Polysaccharide components and the nucleoside cordycepin isolated from C. militaris are under basic research, but more advanced clinical research has been limited and too low in quality to identify any therapeutic potential of cordyceps components.

== Uses ==

Cordyceps in the broad sense (which now includes Ophiocordyceps and many other genera holding species originally in this genus) has long been used in traditional Chinese medicine in the belief it can be used to treat diseases.

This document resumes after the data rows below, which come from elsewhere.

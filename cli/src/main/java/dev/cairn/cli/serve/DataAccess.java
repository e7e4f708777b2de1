package dev.cairn.cli.serve;

import com.fasterxml.jackson.databind.JsonNode;
import dev.cairn.models.InputException;
import java.io.IOException;
import java.nio.file.Files;
import java.nio.file.InvalidPathException;
import java.nio.file.Path;
import java.util.Iterator;
import java.util.Map;

/**
 * What files a request may make the service read: none, unless it was started with {@code --data-root DIR},
 * and then only files inside DIR once every symbolic link is resolved. Every file a spec names sits under a
 * key called {@code path} ({@code /data/path}, {@code /priors/fromHistory/path}, ...; a test keeps the schema
 * to that), so the check walks the spec for those keys, skipping the inline rows (data, not paths).
 */
final class DataAccess {
    private final Path root; // real path, or null: no files at all

    private DataAccess(Path root) {
        this.root = root;
    }

    /**
     * @param dataRoot the folder files may be read from, or null for none
     * @return the policy
     * @throws IllegalArgumentException when the folder does not exist
     */
    static DataAccess of(Path dataRoot) {
        if (dataRoot == null) {
            return new DataAccess(null);
        }
        try {
            Path real = dataRoot.toRealPath();
            if (!Files.isDirectory(real)) {
                throw new IllegalArgumentException("--data-root " + dataRoot + ": is not a folder");
            }
            return new DataAccess(real);
        } catch (IOException e) {
            throw new IllegalArgumentException("--data-root " + dataRoot + ": no such folder");
        }
    }

    /** {@return the folder relative paths resolve against (the data root; with none, paths are refused anyway)} */
    Path base() {
        return root != null ? root : Path.of("").toAbsolutePath();
    }

    /**
     * Refuses a spec that names a file the service may not read.
     *
     * @param spec the spec's JSON
     * @throws InputException naming the key's JSON pointer
     */
    void check(JsonNode spec) {
        walk(spec, "");
    }

    private void walk(JsonNode node, String pointer) {
        if (node == null || !node.isObject()) {
            return;
        }
        for (Iterator<Map.Entry<String, JsonNode>> it = node.fields(); it.hasNext(); ) {
            Map.Entry<String, JsonNode> e = it.next();
            String child = pointer + "/" + e.getKey().replace("~", "~0").replace("/", "~1");
            if (child.equals("/data/rows")) {
                continue;
            }
            if (e.getKey().equals("path") && e.getValue().isTextual()) {
                allow(e.getValue().asText(), child);
            } else {
                walk(e.getValue(), child);
            }
        }
    }

    private void allow(String written, String pointer) {
        if (root == null) {
            throw new InputException(pointer + ": this service reads no files; send the data inline (data.rows), "
                    + "or start it with --data-root DIR to allow files inside DIR");
        }
        Path resolved;
        try {
            resolved = root.resolve(written).normalize();
        } catch (InvalidPathException e) {
            throw new InputException(pointer + ": '" + written + "' is not a valid path");
        }
        if (!resolved.startsWith(root)) {
            throw new InputException(pointer + ": '" + written + "' is outside this service's data folder");
        }
        Path real;
        try {
            real = resolved.toRealPath();
        } catch (IOException e) { // said without the server's own folders
            throw new InputException(pointer + ": " + written + ": no such file in this service's data folder");
        }
        if (!real.startsWith(root)) {
            throw new InputException(pointer + ": '" + written + "' links outside this service's data folder");
        }
    }
}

== Cultural representations ==

The video game series The Last of Us (2013–2021) and its television adaptation proceeds from the premise that a new species of Cordyceps manages to jump the species barrier to infect humans, resulting in a zombie apocalypse. Reflecting real Cordyceps biology, the fictional fungi's human hosts initially become violent before turning into blind zombies with fungal growths emerging from their heads, then seek out a dark place in which to die and release the fungal spores, enabling the parasite to complete its life cycle. Scientific American notes that some species in the genus "are indeed body snatchers–they have been making real zombies for millions of years", though of ants or tarantulas, not of humans.

In the 2014 postapocalyptic novel The Girl with All the Gifts and its 2016 film adaptation the human-infecting fungus is a mutated form of Ophiocordyceps unilateralis (a group of species now split off from Cordyceps) which alters the behaviour of infected insects.